### [WORK TO COMPLETE]
Each line below from the one containing "return modes *" through the one containing "change of coordinates" should be output exactly as it stands, and no other line should appear.

[Stored data]
◆ ◆ ◆ ◆ ◆

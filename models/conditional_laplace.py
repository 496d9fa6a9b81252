r"""Coordinates in which a Gaussian block of the model is nearly a standard normal.

Each Gaussian block (the national walk, the regional walks, the house effects) is written as
field = V c. The columns of V are the eigenvectors that make both the prior and the polls' information
diagonal over modes, so that mode j of c has the prior N(0, diag σ²) over parties and about
the information e_j (diag m − m mᵀ), m the parties' rough shares. Given σ, the posterior of a mode is
then close to a normal with precision

.. math:: \Lambda_j = \mathrm{diag}(1/\sigma^2) + e_j(\mathrm{diag}\,m - m m^\top)

and mean :math:`\Lambda_j^{-1} r_j`. The sampler moves in g, with c = S g + S Sᵀ r and S Sᵀ = Λ⁻¹.
Λ is a diagonal minus a matrix of rank one, so its root has a closed form and costs no factorisation. The
model itself does not change: c stays normal with scale σ, and only the coordinates of the sampler do.

All functions below work on numpy arrays and on pytensor tensors alike, with leading dims of any
number in numpy: the sampler and the code that turns its draws into support share one formula.
"""

from __future__ import annotations

from collections.abc import Callable
from typing import Any

import numpy as np
import pymc as pm
import pytensor.tensor as pt
from pymc.distributions.transforms import Transform

Array = Any


def _root(scale: Array, information: Array, share: Array) -> tuple[Array, Callable, Callable]:
    """Diagonal part of the root S of Λ⁻¹, its rank-one part, and the inverse of the latter."""
    prior_precision = scale[..., None, :] ** -2
    precision = prior_precision + information[..., :, None] * share
    diagonal = precision**-0.5
    # One minus |v|², computed as a sum of positive terms so that it never cancels.
    rest = (share * prior_precision / precision).sum(axis=-1, keepdims=True) ** 0.5
    v = diagonal * share * information[..., :, None] ** 0.5

    def outward(z: Array) -> Array:
        return z + v * (v * z).sum(axis=-1, keepdims=True) / (rest * (1 + rest))

    def inward(z: Array) -> Array:
        return z - v * (v * z).sum(axis=-1, keepdims=True) / (1 + rest)

    return diagonal, outward, inward


def modes_from_coordinates(
    coordinates: Array, *, scale: Array, information: Array, share: Array, pull: Array
) -> Array:
    """Turn sampling coordinates g into modes c.

    Parameters
    ----------
    coordinates
        g, dims (mode, party).
    scale
        Prior scale σ, dims (party).
    information
        e, dims (mode).
    share
        m, dims (party), sums to one.
    pull
        r, dims (mode, party): precision times mean.
    """
    diagonal, outward, _ = _root(scale, information, share)
    return diagonal * outward(coordinates + outward(diagonal * pull))


def coordinates_from_modes(
    modes: Array, *, scale: Array, information: Array, share: Array, pull: Array
) -> Array:
    """Turn modes c into sampling coordinates g; the inverse of :func:`modes_from_coordinates`."""
    diagonal, outward, inward = _root(scale, information, share)
    return inward(modes / diagonal) - outward(diagonal * pull)


def pull_towards(modes: Array, *, scale: Array, information: Array, share: Array) -> Array:
    """The r for which g = 0 means exactly these modes: Λ c, dims (mode, party)."""
    return modes * scale**-2 + information[..., :, None] * answer_information(modes, share=share)


def answer_information(field: Array, *, share: Array) -> Array:
    """Apply diag m − m mᵀ, what one answer tells about log support, to each row of a field."""
    weighted = field * share
    return weighted - share * weighted.sum(axis=-1, keepdims=True)


class ConditionalLaplace(Transform):
    """The change of coordinates of this module as a PyMC transform of the modes."""

    name = "conditional_laplace"
    ndim_supp = 2

    def backward(self, value: Array, *inputs: Array) -> Array:
        """Coordinates to modes."""
        scale, information, share, pull = inputs[-4:]
        return modes_from_coordinates(value, scale=scale, information=information, share=share, pull=pull)

    def forward(self, value: Array, *inputs: Array) -> Array:
        """Modes to coordinates."""
        scale, information, share, pull = inputs[-4:]
        return coordinates_from_modes(value, scale=scale, information=information, share=share, pull=pull)

    def log_jac_det(self, value: Array, *inputs: Array) -> Array:
        """Log of |∂c/∂g| = log|S|."""
        scale, information, share, _ = inputs[-4:]
        prior_precision = scale[None, :] ** -2
        precision = prior_precision + information[:, None] * share
        rest = (share * prior_precision / precision).sum(axis=-1)
        return -0.5 * pt.log(precision).sum(axis=(-1, -2)) - 0.5 * pt.log(rest).sum(axis=-1)


def _log_density(modes: Array, scale: Array, information: Array, share: Array, pull: Array) -> Array:
    return (-0.5 * (modes / scale) ** 2 - pt.log(scale) - 0.5 * np.log(2 * np.pi)).sum(axis=(-1, -2))


def _draw(
    scale: Array, information: Array, share: Array, pull: Array, rng: Any = None, size: Any = None
) -> Array:
    return rng.normal(size=np.shape(pull)) * scale


def add_modes(
    name: str, *, scale: Array, information: Array, share: Array, pull: Array, dims: tuple[str, str]
) -> Array:
    """Put the modes of a Gaussian block into the current model: normal with scale σ, dims (mode, party).

    ``information``, ``share`` and ``pull`` steer the sampler's coordinates only.
    """
    model = pm.modelcontext(None)
    shape = tuple(len(model.coords[dim]) for dim in dims)
    return pm.CustomDist(
        name,
        scale,
        information,
        share,
        pull,
        logp=_log_density,
        random=_draw,
        signature="(p),(j),(p),(j,p)->(j,p)",
        initval=np.zeros(shape),
        default_transform=ConditionalLaplace(),
        dims=dims,
    )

◆ ◆ ◆ ◆ ◆

### [WRITTEN REPLY]
    return modes * scale**-2 + information[..., :, None] * answer_information(modes, share=share)


def answer_information(field: Array, *, share: Array) -> Array:
    """Apply diag m − m mᵀ, what one answer tells about log support, to each row of a field."""
    weighted = field * share
    return weighted - share * weighted.sum(axis=-1, keepdims=True)


class ConditionalLaplace(Transform):
    """The change of coordinates of this module as a PyMC transform of the modes."""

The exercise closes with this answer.